▶ _Task details_:
Return exactly the span of lines in the following data that opens with the line containing "filename tests/bench/bench_check_machine.py" and closes with the line containing "sys.path.insert(0, str(ROOT))". Include nothing else.
============================================================
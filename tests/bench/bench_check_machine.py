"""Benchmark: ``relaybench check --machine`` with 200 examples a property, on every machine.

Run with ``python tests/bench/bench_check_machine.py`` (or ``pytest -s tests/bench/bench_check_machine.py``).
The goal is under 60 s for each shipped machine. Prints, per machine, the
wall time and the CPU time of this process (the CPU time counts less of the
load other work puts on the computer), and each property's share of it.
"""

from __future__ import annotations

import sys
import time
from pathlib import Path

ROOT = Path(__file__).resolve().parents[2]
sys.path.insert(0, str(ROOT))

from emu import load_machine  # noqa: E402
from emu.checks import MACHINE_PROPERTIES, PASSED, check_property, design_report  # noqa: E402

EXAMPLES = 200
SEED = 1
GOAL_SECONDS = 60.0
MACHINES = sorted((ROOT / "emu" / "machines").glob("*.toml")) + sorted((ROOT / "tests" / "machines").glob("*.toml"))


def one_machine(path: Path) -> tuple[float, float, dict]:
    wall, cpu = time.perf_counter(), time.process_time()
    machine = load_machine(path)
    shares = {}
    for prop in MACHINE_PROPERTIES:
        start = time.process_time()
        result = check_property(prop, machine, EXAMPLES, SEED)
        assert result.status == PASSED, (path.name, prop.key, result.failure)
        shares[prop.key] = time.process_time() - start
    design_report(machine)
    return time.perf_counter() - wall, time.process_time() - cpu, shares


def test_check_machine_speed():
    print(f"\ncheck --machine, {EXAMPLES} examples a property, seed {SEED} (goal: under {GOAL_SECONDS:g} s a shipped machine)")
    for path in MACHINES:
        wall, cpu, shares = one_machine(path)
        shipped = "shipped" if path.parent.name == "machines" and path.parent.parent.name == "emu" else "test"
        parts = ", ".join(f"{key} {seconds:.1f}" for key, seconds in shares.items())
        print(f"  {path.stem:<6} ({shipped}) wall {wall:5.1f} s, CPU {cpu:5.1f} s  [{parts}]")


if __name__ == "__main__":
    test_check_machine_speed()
============================================================
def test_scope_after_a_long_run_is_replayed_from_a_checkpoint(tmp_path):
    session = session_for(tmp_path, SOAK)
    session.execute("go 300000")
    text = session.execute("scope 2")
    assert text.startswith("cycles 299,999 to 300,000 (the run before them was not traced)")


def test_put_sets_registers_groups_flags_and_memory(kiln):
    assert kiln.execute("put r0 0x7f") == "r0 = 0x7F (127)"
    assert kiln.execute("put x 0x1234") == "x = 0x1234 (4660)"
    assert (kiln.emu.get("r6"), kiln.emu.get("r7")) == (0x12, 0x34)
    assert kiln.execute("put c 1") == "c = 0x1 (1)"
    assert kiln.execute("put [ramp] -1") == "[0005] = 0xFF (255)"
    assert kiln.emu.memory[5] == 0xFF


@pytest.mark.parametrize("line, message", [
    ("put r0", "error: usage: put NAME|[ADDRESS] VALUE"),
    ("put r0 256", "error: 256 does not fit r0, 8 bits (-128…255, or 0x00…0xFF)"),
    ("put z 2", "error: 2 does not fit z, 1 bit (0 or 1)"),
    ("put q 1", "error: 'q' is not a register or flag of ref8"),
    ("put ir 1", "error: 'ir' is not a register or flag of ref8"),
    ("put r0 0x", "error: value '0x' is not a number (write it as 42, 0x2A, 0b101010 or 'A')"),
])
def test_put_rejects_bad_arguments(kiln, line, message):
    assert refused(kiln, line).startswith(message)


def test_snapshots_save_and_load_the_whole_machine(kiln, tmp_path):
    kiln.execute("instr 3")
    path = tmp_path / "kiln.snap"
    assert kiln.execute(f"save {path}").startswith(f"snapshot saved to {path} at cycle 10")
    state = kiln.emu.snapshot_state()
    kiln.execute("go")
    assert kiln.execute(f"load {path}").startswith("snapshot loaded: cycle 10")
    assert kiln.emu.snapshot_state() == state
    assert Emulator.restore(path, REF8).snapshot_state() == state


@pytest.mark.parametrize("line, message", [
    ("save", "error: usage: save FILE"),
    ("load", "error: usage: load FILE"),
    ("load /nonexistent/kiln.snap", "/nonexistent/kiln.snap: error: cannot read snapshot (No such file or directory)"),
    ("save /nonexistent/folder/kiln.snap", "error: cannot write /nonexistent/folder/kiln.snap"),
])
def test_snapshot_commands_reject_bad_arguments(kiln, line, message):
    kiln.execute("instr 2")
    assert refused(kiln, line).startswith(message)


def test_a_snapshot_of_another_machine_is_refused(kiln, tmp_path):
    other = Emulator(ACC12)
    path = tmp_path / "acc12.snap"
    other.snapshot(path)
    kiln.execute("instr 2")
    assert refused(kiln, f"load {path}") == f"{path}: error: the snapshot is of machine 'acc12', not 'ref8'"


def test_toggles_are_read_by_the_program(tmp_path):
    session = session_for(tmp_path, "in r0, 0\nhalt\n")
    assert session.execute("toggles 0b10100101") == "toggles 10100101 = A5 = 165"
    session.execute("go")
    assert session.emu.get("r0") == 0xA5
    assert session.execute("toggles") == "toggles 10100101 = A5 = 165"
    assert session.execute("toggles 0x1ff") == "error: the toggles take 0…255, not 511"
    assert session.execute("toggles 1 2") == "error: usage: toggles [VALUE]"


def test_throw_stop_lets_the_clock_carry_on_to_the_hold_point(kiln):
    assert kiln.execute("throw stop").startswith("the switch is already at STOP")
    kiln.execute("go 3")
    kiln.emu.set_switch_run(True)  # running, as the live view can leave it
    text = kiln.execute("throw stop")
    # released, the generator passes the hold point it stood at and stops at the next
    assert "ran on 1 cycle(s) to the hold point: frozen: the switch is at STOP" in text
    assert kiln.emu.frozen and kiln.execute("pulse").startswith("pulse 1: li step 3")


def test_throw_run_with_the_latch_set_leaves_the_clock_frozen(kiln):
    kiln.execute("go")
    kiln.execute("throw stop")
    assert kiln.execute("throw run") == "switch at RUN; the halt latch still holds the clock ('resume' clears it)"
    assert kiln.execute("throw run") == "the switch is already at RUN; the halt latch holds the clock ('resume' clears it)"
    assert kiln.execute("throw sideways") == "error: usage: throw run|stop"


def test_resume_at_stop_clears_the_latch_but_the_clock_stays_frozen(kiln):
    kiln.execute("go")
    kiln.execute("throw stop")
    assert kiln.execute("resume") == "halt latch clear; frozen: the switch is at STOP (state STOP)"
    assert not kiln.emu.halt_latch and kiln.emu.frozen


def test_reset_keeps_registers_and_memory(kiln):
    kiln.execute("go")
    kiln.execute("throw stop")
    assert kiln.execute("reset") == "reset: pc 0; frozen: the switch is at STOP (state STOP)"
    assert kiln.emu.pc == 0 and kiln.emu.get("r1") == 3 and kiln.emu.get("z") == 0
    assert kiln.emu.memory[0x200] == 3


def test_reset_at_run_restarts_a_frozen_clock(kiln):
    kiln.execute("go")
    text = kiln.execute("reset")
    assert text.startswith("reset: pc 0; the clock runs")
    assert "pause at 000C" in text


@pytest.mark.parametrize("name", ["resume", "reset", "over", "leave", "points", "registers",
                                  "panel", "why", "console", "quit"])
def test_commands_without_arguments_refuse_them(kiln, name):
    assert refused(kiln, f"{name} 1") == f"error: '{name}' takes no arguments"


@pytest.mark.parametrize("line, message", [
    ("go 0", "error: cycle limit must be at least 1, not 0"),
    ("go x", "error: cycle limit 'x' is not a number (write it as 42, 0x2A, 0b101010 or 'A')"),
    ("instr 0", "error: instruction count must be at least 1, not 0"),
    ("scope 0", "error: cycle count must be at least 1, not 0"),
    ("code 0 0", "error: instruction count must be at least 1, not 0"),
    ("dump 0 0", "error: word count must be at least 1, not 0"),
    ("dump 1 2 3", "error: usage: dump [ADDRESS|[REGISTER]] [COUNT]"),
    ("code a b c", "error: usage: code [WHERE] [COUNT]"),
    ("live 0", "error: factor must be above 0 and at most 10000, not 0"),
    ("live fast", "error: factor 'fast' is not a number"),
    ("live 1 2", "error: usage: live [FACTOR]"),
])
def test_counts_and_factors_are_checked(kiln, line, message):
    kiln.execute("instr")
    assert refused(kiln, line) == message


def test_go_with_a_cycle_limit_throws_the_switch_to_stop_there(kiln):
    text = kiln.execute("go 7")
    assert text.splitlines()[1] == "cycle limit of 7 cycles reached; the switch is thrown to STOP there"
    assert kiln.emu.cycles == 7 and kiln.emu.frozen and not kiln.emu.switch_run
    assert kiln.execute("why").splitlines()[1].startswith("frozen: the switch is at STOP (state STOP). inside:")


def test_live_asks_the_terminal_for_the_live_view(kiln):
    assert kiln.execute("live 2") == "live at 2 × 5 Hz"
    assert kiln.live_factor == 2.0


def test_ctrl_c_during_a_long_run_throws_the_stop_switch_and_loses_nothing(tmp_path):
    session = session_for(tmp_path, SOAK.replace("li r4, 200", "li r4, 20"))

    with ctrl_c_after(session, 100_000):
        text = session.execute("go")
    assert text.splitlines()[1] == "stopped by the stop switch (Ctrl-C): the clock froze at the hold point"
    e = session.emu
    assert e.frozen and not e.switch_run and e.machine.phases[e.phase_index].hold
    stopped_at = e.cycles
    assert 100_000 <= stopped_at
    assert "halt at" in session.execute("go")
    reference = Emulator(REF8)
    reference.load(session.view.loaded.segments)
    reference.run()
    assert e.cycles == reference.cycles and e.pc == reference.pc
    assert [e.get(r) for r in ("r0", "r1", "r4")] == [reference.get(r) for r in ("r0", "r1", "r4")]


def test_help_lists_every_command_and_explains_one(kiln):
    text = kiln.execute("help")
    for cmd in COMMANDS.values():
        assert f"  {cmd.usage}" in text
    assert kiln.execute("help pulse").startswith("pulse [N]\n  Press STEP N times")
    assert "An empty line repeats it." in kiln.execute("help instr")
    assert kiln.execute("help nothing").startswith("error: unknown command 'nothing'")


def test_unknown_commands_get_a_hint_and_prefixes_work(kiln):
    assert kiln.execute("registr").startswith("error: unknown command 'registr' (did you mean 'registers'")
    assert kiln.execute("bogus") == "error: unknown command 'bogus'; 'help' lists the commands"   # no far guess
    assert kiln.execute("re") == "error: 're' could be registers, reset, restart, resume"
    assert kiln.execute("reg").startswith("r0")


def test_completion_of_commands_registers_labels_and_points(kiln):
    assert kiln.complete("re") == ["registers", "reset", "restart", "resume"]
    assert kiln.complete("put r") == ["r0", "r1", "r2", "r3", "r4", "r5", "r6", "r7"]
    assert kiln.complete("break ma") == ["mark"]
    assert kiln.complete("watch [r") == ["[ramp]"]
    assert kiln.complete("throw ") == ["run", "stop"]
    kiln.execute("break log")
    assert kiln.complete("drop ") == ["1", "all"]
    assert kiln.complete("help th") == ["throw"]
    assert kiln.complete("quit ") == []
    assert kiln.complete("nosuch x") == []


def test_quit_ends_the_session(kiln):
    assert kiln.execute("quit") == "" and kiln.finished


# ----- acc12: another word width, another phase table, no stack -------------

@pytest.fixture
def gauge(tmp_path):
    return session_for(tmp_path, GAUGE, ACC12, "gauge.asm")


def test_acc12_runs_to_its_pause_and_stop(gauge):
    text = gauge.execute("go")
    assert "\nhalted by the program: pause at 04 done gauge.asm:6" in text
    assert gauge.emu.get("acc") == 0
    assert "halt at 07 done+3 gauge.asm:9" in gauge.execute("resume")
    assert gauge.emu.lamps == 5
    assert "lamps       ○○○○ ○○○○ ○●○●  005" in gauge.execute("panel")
============================================================
▶ _Answer section_:
filename tests/bench/bench_check_machine.py
"""Benchmark: ``relaybench check --machine`` with 200 examples a property, on every machine.

Run with ``python tests/bench/bench_check_machine.py`` (or ``pytest -s tests/bench/bench_check_machine.py``).
The goal is under 60 s for each shipped machine. Prints, per machine, the
wall time and the CPU time of this process (the CPU time counts less of the
load other work puts on the computer), and each property's share of it.
"""

from __future__ import annotations

import sys
import time
from pathlib import Path

ROOT = Path(__file__).resolve().parents[2]
sys.path.insert(0, str(ROOT))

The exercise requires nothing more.